Amnesia also afflicts Chris when he writes about the British Nazis in the late Seventies. He says the Socialist Workers Party’s leadership deliberately overstated their importance, in the hope ‘of picking up some impressionable young members’ by engaging in ‘street theatre’. I don’t know where Chris was in the summer of 1977. I lived in one of the many less fashionable parts of Hackney (as I still do) and I wasn’t alone in looking over my shoulder as I walked down the street, knowing the fascists had received more than 100,000 votes in the GLC elections, that racial killings were averaging one a fortnight, and that white socialists were regularly being beaten up. The NF were not, of course, in the position to make a bid for power. But they were capable of making the sort of impact on British politics that Le Pen has since made on French politics – and, in the process, raising the level of racism to terrifying proportions. Surely, the success of the Anti-Nazi League and Rock Against Racism in stopping their advance was a cause for celebration, not for bemoaning the initiative of the SWP as Chris does.

Chris claims that ‘worst of all’ we supported ‘near Baader-Meinhof elements’ in Portugal in 1975. He is completely wrong. Those who went there for Socialist Worker, like Nigel Harris, Laurie Flynn, Paul Foot and myself, found a country where enormous revolutionary spirit was being dissipated by the most Stalinist of Communist Parties, on the one hand, and Nato-backed social democrats, on the other. We also found socialists attempting to counter this by arguing, with a limited degree of success, for workers’ and soldiers’ councils – and getting denounced by the Stalinists for their efforts. Whatever the mistakes of analysis and activity, this was a far cry from the assassinations and the kidnappings that characterised the Red Army Faction in Germany and the Red Brigades in Italy.

One final insinuation sticks in my throat. Chris implies that the old international Socialists were characterised by bold and innovative thinking, but that the Socialist Workers Party today merely repeats dogma by rote. In fact, if he followed our publications he would know that we have continued to question the dogmas of the fashionable Left. We recognised a downturn in the class struggle in the late Seventies long before most of the Left and a decade later we opposed the nostrums of Marxism Today, with their claim that the class struggle no longer mattered. We were as enthusiastic as Chris about Solidarnosc at a time when most of the Left regarded it as a CIA front. But we insisted, as against people like Kuron, that moving from state capitalism to market capitalism would neither improve the mass of people’s appalling living conditions nor provide a guarantee of real democracy. And for three bitter years we have been denouncing the Governments of Serbia and Croatia, but also refusing to fall into the trap of believing that somehow Western intervention can do any more good in former Yugoslavia than it did in Central America, Lebanon, the Gulf and Somalia.

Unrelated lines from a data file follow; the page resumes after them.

// Resonance peaks of bias traces and the work function from them (tipgap/fit/resonances.hpp).
#include <gtest/gtest.h>

#include <cmath>
#include <fmt/format.h>
#include <numbers>
#include <random>

#include "tipgap/config/config.hpp"
#include "tipgap/core/constants.hpp"
#include "tipgap/core/error.hpp"
#include "tipgap/fit/resonances.hpp"
#include "tipgap/model/geometry.hpp"
#include "tipgap/plan/plan.hpp"

using namespace tipgap;

namespace {

constexpr double J_per_eV = si::electron_volt;

// Independent generator (not tipgap's model): z(V) = b V + sum_k A_k w_k atan((V - V_k)/w_k), whose
// dz/dV = b + sum_k A_k / (1 + ((V - V_k)/w_k)^2) has Lorentzian peaks on a constant background.
struct lorentz_trace {
    double b = 2e-10;                             // m/V
    std::vector<double> centre{6.0, 8.0, 9.6};   // V
    double amplitude = 1e-10, width = 0.25;      // m/V, V
    double z(double V) const {
        double s = b * V;
        for (double c : centre) s += amplitude * width * std::atan((V - c) / width);
        return s;
    }
    double dz(double V) const {
        double s = b;
        for (double c : centre) s += amplitude / (1.0 + std::pow((V - c) / width, 2));
        return s;
    }
    // True maximum of dz/dV near c (golden-section search on the analytic derivative).
    double maximum_near(double c) const {
        double lo = c - 0.2, hi = c + 0.2;
        const double g = (std::sqrt(5.0) - 1.0) / 2.0;
        for (int i = 0; i < 100; ++i) {
            const double a = hi - g * (hi - lo), d = lo + g * (hi - lo);
            (dz(a) > dz(d) ? hi : lo) = dz(a) > dz(d) ? d : a;
        }
        return 0.5 * (lo + hi);
    }
};

bias_trace sample(const lorentz_trace& L, double noise_m, std::uint64_t seed) {
    bias_trace t;
    t.kind = trace_kind::zv;
    std::mt19937_64 rng(seed);
    std::normal_distribution<double> n(0.0, 1.0);
    for (int i = 0; i <= 130; ++i) {
        const double V = 4.0 + 0.05 * i;
        t.bias_V.push_back(V);
        t.signal.push_back(L.z(V) + noise_m * n(rng));
    }
    return t;
}

// The built-in junction with method exact, biases up to 12 V and the sample work function phi_eV:
// the "truth" of the self-consistency traces below.
config exact_truth(double phi_eV) {
    config c = default_config();
    c.model.method = method_kind::exact;
    c.model.bias_limit_V = 12;
    c.model.sample.work_function_J = phi_eV * J_per_eV;
    return c;
}

}  // namespace

// On a noise-free 50 mV grid the cubic refinement puts each peak within 6 mV of the analytic
// maximum (a Lorentzian of 0.25 V half width under a +-0.3 V cubic: measured 4.5 mV, the cubic's own
// error; the model fit applies the same operator to its model traces, so there it cancels).
constexpr double kNoiseFreeTol_V = 6e-3;

TEST(resonance_peaks, finds_lorentzian_peaks_of_dz_dv) {
    const lorentz_trace L;
    const bias_trace t = sample(L, 0.0, 1);
    std::vector<double> smoothed;
    const auto p = find_resonance_peaks(t.kind, t.bias_V, t.signal, {}, &smoothed);
    ASSERT_EQ(p.size(), 3u);
    for (int k = 0; k < 3; ++k) {
        EXPECT_EQ(p[k].order, k + 1);
        EXPECT_NEAR(p[k].bias_V, L.maximum_near(L.centre[k]), kNoiseFreeTol_V) << k;
        EXPECT_GT(p[k].modulation, 1.3);
    }
    // The smoothing derivative follows dz/dV: a cubic over +-0.3 V flattens the 0.25 V Lorentzians by
    // at most 6 % of their amplitude (measured 4.6 %).
    for (std::size_t i = 10; i + 10 < t.bias_V.size(); ++i) EXPECT_NEAR(smoothed[i], L.dz(t.bias_V[i]), 0.06 * L.amplitude);
}

// Coverage of the peak standard errors: over 400 seeded noisy traces (2 pm white z noise on a 50 mV
// grid, peaks 30 pm/0.1 V high), the first peak's +-1.96 se interval holds the true maximum in 95 %
// of them; binomial SD sqrt(0.95 0.05/400) = 0.011, so 0.95 +- 0.035 (3.2 SD). Spurious peaks are
// rejected: exactly 3 peaks in >= 97 % of the traces.
TEST(resonance_peaks, standard_error_covers_true_position) {
    const lorentz_trace L;
    const double truth = L.maximum_near(L.centre[0]);
    int covered = 0, three = 0;
    const int n = 400;
    for (int seed = 1; seed <= n; ++seed) {
        const bias_trace t = sample(L, 2e-12, static_cast<std::uint64_t>(seed));
        const auto p = find_resonance_peaks(t.kind, t.bias_V, t.signal, {});
        if (p.size() == 3) ++three;
        if (!p.empty() && std::abs(p[0].bias_V - truth) <= 1.96 * p[0].bias_stderr_V) ++covered;
    }
    const double coverage = static_cast<double>(covered) / n;
    RecordProperty("coverage", fmt::format("{:.3f}", coverage));
    EXPECT_NEAR(coverage, 0.95, 0.035);
    EXPECT_GE(three, static_cast<int>(0.97 * n));
}

TEST(resonance_peaks, smooth_trace_has_none) {
    bias_trace t;
    t.kind = trace_kind::zv;
    for (int i = 0; i <= 100; ++i) {
        const double V = 4.0 + 0.06 * i;
        t.bias_V.push_back(V);
        t.signal.push_back(1e-10 * V + 4e-12 * V * V);
    }
    config c = default_config();
    t.current_A = 1e-9;
    const auto r = analyse_resonances(c, t, {});
    EXPECT_EQ(r.status, resonance_status::no_peaks);
    EXPECT_TRUE(r.peaks.empty());
    EXPECT_EQ(r.message, "no resonance found with a 0.6 V smoothing window; the trace may end below the sample "
                         "work function, or the peaks are weaker than the noise");
}

// The triangular-well formula inverted on its own series: peaks at e V_n = phi + C (F n)^(2/3),
// C = (3 pi hbar e/(2 sqrt(2m)))^(2/3) (written out here from CODATA 2018), z(V) a line of slope 1/F.
TEST(resonance_formula, inverts_its_own_series_from_slope_and_from_series) {
    const double F = 5e9, phi = 4.6 * J_per_eV;
    const double C = std::pow(3.0 * std::numbers::pi * 1.054571817e-34 * 1.602176634e-19 /
                                  (2.0 * std::sqrt(2.0 * 9.1093837015e-31)), 2.0 / 3.0);
    for (trace_kind kind : {trace_kind::zv, trace_kind::didv}) {
        bias_trace t;
        t.kind = kind;
        for (int i = 0; i <= 120; ++i) {
            t.bias_V.push_back(4.0 + 0.05 * i);
            t.signal.push_back(t.bias_V.back() / F);
        }
        resonance_result r;
        r.smoothing_width_V = 0.4;
        for (int n = 1; n <= 3; ++n) {
            resonance_peak p;
            p.order = n;
            p.bias_V = (phi + C * std::pow(F * n, 2.0 / 3.0)) / 1.602176634e-19;
            r.peaks.push_back(p);
        }
        triangular_well_estimate(t, r);
        EXPECT_NEAR(r.work_function_formula_J / phi, 1.0, 1e-9) << to_string(kind);
        EXPECT_NEAR(r.field_V_per_m / F, 1.0, 1e-9) << to_string(kind);
    }
}

// The model fit on a noise-free trace of tipgap's own exact model (sample work function 4.8 eV,
// configured 5.3 eV): the fit must move to 4.8 eV and reproduce the peaks (self-consistency; the
// recovery from an independent generator is tests/cli/resonances_cli.sh).
TEST(resonance_model, recovers_work_function_of_own_model_trace) {
    const config truth = exact_truth(4.8);
    bias_trace t;
    t.kind = trace_kind::zv;
    t.current_A = 1e-9;
    std::vector<std::pair<double, double>> sp;
    for (int i = 0; i <= 60; ++i) {
        t.bias_V.push_back(4.5 + 0.075 * i);
        sp.emplace_back(1e-9, t.bias_V.back());
    }
    for (const auto& p : plan_setpoints(truth, sp, {}, 2)) t.signal.push_back(p.solution.gap_m + 2e-9);
    resonance_options o;
    o.threads = 2;
    const auto r = analyse_resonances(default_config(), t, o);
    ASSERT_EQ(r.status, resonance_status::ok) << r.message;
    ASSERT_GE(r.peaks.size(), 2u);
    EXPECT_NEAR(r.work_function_J / J_per_eV, 4.8, 5e-3);
    EXPECT_LE(r.work_function_ci_low_J, 4.8 * J_per_eV + 5e-3 * J_per_eV);
    EXPECT_GE(r.work_function_ci_high_J, 4.8 * J_per_eV - 5e-3 * J_per_eV);
    for (std::size_t k = 0; k < r.peaks.size(); ++k) EXPECT_NEAR(r.model_peaks_V[k], r.peaks[k].bias_V, 5e-3);
    EXPECT_LE(r.model_traces, o.max_model_traces);
    RecordProperty("work_function_eV", fmt::format("{:.4f} in {} traces", r.work_function_J / J_per_eV, r.model_traces));
}

TEST(resonance_model, needs_the_setpoint_current) {
    const lorentz_trace L;
    bias_trace t = sample(L, 0.0, 1);
    t.file = "trace.csv";
    try {
        analyse_resonances(default_config(), t, {});
        FAIL() << "no throw";
    } catch (const error& e) {
        EXPECT_STREQ(e.what(), "trace.csv: current: the trace has no '# current:' line; the model fit needs the "
                               "setpoint current (e.g. '# current: 1 nA')");
    }
}

// A dI/dV trace with the feedback on (tipgap's own exact model, sample 5.0 eV, lock-in in arbitrary
// units: the model is scaled onto it): the same resonances, found as peaks of dI/dV itself, and the
// model fit recovers the work function (self-consistency of the dI/dV path).
TEST(resonance_model, recovers_work_function_from_didv_trace) {
    const config truth = exact_truth(5.0);
    bias_trace t;
    t.kind = trace_kind::didv;
    t.arbitrary_units = true;
    t.current_A = 1e-9;
    for (int i = 0; i <= 45; ++i) t.bias_V.push_back(4.5 + 0.1 * i);  // 0.1 V: 7 samples per window
    t.signal.resize(t.bias_V.size());
    for (std::size_t i = 0; i < t.bias_V.size(); ++i) {
        const double V = t.bias_V[i], s = solve_gap(truth, 1e-9, V).gap_m, h = 1e-3;
        t.signal[i] = 3e9 * (total_current(truth.model, truth.geometry, s, V + h) -
                             total_current(truth.model, truth.geometry, s, V - h)) / (2.0 * h);
    }
    resonance_options o;
    o.threads = 2;
    const auto r = analyse_resonances(default_config(), t, o);
    ASSERT_EQ(r.status, resonance_status::ok) << r.message;
    ASSERT_GE(r.peaks.size(), 2u);
    EXPECT_NEAR(r.work_function_J / J_per_eV, 5.0, 1e-2);
    // The formula's dI/dV branch fits phi and F to V_n against n^(2/3): a field of a few V/nm.
    EXPECT_GT(r.field_V_per_m, 1e9);
    EXPECT_LT(r.field_V_per_m, 2e10);
}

Chris may believe that the Socialist Workers Party today is intellectually arid and that the future lies with ex-members of the IS and the SWP (presumably, by that, meaning those like himself who have stayed on the left, as opposed to the real defectors like former News of the World editor Wendy Henry, Daily Mail leader writer Roger Rosewell, Sun columnist Garry Bushell and the Daily Express’s Peter Hitchens). I doubt if that will be the opinion of anyone who actually reads the range of debates in our monthly Socialist Review and our quarterly journal, still called International Socialism and more exciting if anything than when I edited it in Chris’s youth.

If we are all to cope with the real issues confronting humanity as the new world order reveals its real face, then the different sections of the Left have to learn to work together and to engage in serious intellectual debate without name-calling. That’s why the tone of Chris’s review was so disappointing. I trust it won’t stop us fighting alongside each other on many occasions in the future.